▶ [Task instructions]: Count every line in the data that contains the word "whole", then report that number alone.

··· Extracted records

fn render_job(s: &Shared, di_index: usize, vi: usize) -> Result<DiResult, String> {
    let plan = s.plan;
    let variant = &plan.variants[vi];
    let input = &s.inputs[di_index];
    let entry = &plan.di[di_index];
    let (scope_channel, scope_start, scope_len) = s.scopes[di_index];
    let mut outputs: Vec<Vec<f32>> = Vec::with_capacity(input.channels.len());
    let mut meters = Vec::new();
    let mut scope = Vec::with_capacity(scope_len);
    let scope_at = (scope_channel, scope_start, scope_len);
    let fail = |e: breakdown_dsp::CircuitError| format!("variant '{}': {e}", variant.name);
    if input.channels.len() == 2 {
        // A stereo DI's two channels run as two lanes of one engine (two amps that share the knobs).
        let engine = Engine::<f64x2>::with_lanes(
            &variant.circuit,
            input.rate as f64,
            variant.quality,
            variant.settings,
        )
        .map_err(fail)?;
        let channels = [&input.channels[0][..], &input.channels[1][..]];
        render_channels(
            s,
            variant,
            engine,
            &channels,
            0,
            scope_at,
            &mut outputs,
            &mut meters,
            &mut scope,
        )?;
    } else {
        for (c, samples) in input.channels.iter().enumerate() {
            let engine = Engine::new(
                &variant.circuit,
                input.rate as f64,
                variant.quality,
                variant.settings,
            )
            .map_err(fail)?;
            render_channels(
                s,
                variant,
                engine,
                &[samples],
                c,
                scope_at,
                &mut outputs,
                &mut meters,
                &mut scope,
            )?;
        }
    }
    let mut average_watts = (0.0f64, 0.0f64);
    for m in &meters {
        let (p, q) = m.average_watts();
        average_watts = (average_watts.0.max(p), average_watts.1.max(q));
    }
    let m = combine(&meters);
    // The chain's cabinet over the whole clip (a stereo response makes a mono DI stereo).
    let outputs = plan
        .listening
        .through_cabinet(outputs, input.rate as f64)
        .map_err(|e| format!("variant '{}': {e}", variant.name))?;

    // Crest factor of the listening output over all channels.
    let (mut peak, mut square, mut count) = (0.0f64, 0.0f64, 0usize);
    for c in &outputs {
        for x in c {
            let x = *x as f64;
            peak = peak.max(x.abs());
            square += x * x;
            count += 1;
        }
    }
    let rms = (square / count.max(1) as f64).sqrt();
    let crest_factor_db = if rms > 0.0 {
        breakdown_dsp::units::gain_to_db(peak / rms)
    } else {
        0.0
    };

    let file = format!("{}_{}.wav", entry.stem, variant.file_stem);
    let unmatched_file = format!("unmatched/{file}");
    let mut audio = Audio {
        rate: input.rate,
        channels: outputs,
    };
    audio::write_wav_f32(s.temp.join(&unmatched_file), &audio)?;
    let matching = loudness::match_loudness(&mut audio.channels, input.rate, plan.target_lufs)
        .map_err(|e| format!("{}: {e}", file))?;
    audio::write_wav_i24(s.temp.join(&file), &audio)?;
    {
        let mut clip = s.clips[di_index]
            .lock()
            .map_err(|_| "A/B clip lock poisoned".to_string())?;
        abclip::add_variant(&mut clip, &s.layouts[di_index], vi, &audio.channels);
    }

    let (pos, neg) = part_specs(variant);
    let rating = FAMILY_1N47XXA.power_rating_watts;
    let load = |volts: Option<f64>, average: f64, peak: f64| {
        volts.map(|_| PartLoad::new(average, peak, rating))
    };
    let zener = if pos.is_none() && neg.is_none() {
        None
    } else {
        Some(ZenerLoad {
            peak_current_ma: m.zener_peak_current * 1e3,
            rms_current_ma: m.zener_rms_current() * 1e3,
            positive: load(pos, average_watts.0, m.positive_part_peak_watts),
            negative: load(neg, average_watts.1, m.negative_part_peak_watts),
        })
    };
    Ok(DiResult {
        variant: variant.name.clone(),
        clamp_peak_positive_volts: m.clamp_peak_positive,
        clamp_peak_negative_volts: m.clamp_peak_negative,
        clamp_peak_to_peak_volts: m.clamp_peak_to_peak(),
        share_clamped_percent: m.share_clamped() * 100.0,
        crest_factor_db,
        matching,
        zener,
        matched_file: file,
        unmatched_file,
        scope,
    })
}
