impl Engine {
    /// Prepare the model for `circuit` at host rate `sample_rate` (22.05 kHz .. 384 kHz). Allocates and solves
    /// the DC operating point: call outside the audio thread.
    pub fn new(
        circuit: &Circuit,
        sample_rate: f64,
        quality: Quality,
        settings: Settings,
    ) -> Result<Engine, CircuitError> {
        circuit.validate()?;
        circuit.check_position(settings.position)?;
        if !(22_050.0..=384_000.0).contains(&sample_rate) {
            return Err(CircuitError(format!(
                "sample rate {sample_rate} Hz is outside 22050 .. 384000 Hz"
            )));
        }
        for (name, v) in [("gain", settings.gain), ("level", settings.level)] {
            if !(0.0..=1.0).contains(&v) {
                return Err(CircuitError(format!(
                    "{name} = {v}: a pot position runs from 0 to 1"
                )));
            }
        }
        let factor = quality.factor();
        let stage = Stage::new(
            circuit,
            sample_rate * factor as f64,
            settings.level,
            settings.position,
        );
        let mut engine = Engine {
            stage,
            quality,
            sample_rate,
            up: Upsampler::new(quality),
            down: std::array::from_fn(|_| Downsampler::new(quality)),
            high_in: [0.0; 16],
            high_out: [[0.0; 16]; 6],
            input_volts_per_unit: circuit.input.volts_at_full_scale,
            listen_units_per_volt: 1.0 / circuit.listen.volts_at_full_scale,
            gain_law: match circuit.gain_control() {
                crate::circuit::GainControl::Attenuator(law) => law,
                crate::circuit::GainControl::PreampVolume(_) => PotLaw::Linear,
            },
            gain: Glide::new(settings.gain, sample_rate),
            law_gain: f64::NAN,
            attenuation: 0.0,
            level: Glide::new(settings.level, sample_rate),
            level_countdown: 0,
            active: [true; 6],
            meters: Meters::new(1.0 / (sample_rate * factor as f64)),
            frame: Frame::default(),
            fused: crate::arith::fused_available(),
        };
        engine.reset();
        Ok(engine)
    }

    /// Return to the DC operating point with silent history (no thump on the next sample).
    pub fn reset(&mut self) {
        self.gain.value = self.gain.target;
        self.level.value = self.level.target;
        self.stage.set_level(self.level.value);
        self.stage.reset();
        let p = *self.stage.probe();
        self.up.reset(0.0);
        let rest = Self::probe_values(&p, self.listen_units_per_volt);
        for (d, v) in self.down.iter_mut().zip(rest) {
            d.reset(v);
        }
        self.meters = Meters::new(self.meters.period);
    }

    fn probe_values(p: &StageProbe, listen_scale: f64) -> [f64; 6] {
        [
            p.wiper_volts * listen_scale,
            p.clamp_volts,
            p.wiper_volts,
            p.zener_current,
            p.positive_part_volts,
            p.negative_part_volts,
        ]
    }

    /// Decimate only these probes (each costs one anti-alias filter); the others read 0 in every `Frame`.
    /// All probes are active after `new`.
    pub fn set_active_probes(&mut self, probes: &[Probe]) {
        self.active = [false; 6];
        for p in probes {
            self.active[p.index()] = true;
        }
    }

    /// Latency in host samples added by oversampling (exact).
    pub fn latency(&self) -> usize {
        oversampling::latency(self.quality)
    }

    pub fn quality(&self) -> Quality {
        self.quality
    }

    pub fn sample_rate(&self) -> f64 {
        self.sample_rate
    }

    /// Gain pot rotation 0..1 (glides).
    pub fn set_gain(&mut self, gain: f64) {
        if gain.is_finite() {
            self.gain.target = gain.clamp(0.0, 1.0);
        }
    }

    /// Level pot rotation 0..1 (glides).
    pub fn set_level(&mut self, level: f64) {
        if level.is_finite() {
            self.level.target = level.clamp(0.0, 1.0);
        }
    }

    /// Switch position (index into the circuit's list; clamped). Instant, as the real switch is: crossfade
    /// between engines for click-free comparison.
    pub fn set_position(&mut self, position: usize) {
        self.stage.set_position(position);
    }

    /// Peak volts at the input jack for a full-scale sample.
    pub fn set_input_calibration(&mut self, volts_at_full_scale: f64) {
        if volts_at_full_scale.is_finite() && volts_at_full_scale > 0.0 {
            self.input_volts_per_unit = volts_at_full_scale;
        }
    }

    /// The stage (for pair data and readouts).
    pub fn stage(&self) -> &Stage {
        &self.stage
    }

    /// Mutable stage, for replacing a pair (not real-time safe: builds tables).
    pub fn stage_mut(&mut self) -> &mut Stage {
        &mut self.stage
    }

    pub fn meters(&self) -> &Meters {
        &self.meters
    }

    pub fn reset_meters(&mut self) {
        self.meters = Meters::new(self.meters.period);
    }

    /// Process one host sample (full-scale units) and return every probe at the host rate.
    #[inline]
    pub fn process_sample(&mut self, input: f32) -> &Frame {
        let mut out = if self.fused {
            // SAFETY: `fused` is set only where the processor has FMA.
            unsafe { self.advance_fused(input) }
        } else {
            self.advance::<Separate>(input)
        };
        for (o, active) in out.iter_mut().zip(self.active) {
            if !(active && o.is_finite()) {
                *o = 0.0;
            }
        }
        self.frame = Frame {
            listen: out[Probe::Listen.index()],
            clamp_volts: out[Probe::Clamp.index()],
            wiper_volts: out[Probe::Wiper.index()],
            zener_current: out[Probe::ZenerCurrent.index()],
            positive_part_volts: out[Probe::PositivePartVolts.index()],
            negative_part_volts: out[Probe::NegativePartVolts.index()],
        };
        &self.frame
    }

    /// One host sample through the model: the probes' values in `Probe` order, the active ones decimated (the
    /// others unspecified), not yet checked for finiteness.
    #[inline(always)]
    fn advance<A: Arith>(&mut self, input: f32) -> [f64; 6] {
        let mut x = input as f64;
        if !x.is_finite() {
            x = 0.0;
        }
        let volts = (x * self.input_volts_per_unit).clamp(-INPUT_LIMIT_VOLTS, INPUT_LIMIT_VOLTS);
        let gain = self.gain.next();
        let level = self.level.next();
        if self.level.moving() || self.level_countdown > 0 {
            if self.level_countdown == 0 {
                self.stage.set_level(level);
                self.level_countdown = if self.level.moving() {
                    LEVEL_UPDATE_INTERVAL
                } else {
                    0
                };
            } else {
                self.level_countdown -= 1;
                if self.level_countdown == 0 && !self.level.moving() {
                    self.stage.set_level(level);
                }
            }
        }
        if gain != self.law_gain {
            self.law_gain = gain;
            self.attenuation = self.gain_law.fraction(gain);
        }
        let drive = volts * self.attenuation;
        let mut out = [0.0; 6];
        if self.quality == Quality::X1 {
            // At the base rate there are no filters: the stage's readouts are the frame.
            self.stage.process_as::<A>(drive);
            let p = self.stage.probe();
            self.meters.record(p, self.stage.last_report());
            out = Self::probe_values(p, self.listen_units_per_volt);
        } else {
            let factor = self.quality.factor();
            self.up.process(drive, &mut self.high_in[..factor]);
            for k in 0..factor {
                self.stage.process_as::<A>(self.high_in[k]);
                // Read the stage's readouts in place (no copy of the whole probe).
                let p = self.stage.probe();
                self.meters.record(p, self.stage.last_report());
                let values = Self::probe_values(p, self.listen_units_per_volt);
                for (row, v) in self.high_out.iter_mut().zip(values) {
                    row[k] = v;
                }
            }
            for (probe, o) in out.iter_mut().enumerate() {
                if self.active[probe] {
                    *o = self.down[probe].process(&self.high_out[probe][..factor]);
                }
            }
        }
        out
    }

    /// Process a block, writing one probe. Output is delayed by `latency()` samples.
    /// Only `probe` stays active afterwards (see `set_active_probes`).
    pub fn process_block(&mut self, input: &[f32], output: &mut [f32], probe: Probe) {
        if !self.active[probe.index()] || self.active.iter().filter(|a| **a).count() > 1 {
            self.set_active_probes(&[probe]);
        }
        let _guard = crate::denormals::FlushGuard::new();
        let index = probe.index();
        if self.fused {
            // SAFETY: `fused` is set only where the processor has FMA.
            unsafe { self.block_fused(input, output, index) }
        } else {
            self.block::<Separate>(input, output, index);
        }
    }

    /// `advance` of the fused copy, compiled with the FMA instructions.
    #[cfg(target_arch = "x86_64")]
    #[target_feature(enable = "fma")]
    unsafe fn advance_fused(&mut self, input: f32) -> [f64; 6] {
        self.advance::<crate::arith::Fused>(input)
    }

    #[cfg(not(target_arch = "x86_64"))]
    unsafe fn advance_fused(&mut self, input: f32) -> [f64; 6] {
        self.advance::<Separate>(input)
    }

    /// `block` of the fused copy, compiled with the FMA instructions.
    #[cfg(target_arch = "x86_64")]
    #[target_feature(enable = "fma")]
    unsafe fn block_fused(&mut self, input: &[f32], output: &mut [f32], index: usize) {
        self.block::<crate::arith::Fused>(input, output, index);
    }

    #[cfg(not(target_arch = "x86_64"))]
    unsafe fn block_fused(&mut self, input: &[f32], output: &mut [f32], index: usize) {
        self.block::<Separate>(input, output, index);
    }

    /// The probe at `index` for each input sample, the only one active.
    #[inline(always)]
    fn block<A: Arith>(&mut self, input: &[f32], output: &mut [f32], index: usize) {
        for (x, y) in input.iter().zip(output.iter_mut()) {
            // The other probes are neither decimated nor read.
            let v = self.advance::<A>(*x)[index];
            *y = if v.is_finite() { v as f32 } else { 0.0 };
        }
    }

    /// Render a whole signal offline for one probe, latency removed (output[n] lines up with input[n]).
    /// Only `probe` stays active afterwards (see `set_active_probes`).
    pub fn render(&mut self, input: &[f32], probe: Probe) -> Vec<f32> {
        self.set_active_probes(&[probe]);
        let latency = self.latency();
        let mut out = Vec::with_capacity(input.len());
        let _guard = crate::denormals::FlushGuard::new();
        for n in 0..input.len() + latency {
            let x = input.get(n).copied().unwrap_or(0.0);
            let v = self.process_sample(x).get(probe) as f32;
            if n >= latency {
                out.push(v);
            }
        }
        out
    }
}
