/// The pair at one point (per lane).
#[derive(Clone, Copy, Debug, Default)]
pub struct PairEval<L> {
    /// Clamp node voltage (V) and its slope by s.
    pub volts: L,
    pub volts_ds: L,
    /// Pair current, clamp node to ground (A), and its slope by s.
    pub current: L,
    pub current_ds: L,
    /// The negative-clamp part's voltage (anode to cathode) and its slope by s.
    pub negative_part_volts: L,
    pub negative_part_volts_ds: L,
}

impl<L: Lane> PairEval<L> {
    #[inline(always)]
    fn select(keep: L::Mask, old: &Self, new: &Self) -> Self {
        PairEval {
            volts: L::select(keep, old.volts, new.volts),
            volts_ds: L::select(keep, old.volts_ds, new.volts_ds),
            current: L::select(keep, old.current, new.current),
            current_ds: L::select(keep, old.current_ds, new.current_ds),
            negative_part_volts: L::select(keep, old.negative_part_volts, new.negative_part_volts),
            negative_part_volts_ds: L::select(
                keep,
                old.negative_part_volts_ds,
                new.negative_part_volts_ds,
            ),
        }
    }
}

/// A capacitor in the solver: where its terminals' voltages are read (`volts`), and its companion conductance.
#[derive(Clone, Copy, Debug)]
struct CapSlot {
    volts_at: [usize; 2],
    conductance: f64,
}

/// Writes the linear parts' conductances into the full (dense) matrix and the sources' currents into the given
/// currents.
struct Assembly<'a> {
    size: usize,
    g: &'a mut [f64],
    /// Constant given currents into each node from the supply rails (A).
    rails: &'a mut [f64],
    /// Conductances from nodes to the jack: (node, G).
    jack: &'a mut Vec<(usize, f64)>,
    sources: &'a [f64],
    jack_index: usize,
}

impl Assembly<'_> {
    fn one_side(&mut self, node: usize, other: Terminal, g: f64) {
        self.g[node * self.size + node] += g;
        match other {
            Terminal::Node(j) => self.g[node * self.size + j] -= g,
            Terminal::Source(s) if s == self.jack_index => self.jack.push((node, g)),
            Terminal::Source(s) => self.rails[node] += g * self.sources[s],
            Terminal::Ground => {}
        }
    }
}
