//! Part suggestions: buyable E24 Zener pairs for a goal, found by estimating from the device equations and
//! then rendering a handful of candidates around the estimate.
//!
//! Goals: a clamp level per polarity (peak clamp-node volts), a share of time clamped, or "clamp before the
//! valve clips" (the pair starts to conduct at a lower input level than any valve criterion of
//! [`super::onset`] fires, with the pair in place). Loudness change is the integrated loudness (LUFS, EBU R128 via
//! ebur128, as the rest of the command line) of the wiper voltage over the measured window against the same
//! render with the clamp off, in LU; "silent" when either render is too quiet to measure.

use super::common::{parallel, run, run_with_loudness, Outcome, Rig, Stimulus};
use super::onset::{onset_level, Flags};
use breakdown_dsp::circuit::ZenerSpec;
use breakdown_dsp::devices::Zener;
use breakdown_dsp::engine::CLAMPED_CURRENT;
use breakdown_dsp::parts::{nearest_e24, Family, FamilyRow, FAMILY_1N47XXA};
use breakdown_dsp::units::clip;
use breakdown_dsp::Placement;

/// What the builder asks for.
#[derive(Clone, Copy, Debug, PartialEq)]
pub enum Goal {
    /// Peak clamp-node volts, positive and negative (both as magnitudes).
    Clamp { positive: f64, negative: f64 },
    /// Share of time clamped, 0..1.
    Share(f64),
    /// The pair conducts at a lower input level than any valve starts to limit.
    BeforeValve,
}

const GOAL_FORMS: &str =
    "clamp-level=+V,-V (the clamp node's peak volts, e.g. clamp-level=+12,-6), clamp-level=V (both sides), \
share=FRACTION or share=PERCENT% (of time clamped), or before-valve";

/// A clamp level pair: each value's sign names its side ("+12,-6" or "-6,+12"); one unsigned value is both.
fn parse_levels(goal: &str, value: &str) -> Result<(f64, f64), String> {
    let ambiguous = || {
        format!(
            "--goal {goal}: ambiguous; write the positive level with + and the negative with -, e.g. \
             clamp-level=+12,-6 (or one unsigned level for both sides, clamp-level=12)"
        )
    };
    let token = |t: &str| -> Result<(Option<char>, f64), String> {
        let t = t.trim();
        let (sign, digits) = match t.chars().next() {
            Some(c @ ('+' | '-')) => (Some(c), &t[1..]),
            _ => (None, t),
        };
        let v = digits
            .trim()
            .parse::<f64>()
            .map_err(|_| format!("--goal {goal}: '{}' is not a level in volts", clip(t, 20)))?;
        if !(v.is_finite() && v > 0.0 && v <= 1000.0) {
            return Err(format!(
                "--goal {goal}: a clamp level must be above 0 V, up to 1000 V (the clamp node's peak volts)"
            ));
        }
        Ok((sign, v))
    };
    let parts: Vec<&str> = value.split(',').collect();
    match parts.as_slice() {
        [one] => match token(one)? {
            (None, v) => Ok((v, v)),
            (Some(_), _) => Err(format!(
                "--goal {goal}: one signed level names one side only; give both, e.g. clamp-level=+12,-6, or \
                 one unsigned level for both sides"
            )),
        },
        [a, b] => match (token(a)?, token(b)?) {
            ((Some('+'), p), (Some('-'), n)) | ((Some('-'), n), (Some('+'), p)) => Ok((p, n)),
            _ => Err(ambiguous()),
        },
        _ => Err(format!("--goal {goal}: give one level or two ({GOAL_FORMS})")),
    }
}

······

▶ [Completed task]: 3